I was just wondering how the following construction could be insecure. I can tell that known-plain attacks are possible, but I'm not sure about anything else.

Let the user pick a password and hash it a sufficiently large number of times with something with preimage resistance like SHA-256. XOR the plaintext with the hash. Hash the hash again. XOR the result with the next block of plaintext...and so on until the end. How would adversaries be able to break this?

  • $\begingroup$ What is the ciphertext? $\endgroup$
    – user253751
    Dec 13 '21 at 18:47

TL;DR; Insecure don't use it. Use the standards and well-known mode of operations.

Your construction is $s_i = H^i(password)$ i.e. hash the password $i$ times then use the outputs $s_i$ for each step to x-or with the plaintext to arrive at the ciphertext; $c_i = p_i \oplus s_i$

How would adversaries be able to break this?

There are ways to achieve this

  • The guessing attack: If someone gets some part of your message like at least 256-bit of a full SHA-256 block, then the rest of the messages are decrypted easily. So there is no forward secrecy here..

    One should look at these slides about Hash_DRGB see a better design against state compromises. When producing a Pseudo-Random Sequence compromise of the current state must not leak other states. The proposed design's main failure is this.

  • Your scheme seems to be vulnerable to the forbidden attack that when the $(IV,key)$ pair resue of CTR mode can break the confidentiality of the ciphertext. You don't define an IV into your scheme so you will have the same password and the stream generated by your cipher will produce the same output all the time.

    Either one must change the password every encryption or must introduce standard IV practices to mitigate, otherwise doom!

  • The password security cannot be verified and we usually use Password-Based Key Derivation functions like PBKDF2, Scrypt, or Argon2 to get randomness from passwords. These, at least, provide iteration count to mitigate password search attacks. They have also memory-harness and thread count to reduce the capabilities of the password search attacks. Since your scheme is vulnerable to the forbidden attack, it will be harder to harder for a user to select a new password for every encryption.

    Instead, we use random keys which are either locally generated to use or derived from protocols like DHKE.

  • The security of your scheme highly depends on passwords security and it will be a good attack point since the general user fails to achieve and manage good passwords. Although one can use dice-wire like passwords to generate passwords that have strength around 256-bit, the more encryption the more password to memorize will become infeasible. Instead, using one good password and deriving an encryption key that encrypts the random inputs for your scheme is a better candidate.

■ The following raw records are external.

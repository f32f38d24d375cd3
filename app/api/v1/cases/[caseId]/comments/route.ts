// GET /api/v1/cases/{id}/comments – the review discussion; POST – comment on a section of the case
import { NextResponse } from 'next/server';
import { withAuth } from '@/lib/api';
import { operations } from '@/lib/openapi/operations';
import { commentOnCase, readComments } from '@/lib/review/comments';

export const dynamic = 'force-dynamic';

export const GET = withAuth<{ caseId: string }>(async ({ member, params }) => {
  const comments = await readComments(member, params.caseId);
  return NextResponse.json({
    comments: comments.map((c) => ({ id: c.id, section: c.section, body: c.body, author: c.author, createdAt: c.created_at, snapshotId: c.snapshot_id })),
  });
}, operations.listComments);

export const POST = withAuth<{ caseId: string }, typeof operations.addComment.body>(async ({ member, params, body }) => {
  const made = await commentOnCase(member, params.caseId, body);
  return NextResponse.json(
    { comment: { id: made.id, section: made.section, body: made.body, author: member.name, createdAt: made.created_at } },
    { status: 201 },
  );
}, operations.addComment);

    For local encryption the usual practice is; generating a random File Encryption Key FEK for every file. Then using the password of the user derive a Key Encryption Key (KEK) with a good PBKDF like Argon2. With KEK encrypt and decrypt the FEKs then encrypt/decrypt the files. More details is here.

  • Your scheme lacks random access, so it is not useful for many applications like disk encryption.

  • You only requested pre-image resistance, however, you will also need collision resistance. If collisions can easily occur on the generated stream then it will repeat itself and this is an attack point. At least your stream is will not be a Pseudo-Random Sequence. Lucky to you, SHA-256 has collision resistance and the expected cycles ranges are huge;

    Let model SHA-256 as a uniform random function then the probability of element being on the cycle is

    $$\frac{1}{\sqrt{\hspace{.03 in}2\hspace{-0.05 in}\cdot \hspace{-0.04 in}\pi} \cdot 2^{127}}$$

    The average cycle length with the expected value for SHA-256 is $$2^{127} \sqrt{2\pi}$$ Therefore you don't fear short cycles. Ref is Harris, 1960

  • Your scheme doesn't have Ind-CPA security.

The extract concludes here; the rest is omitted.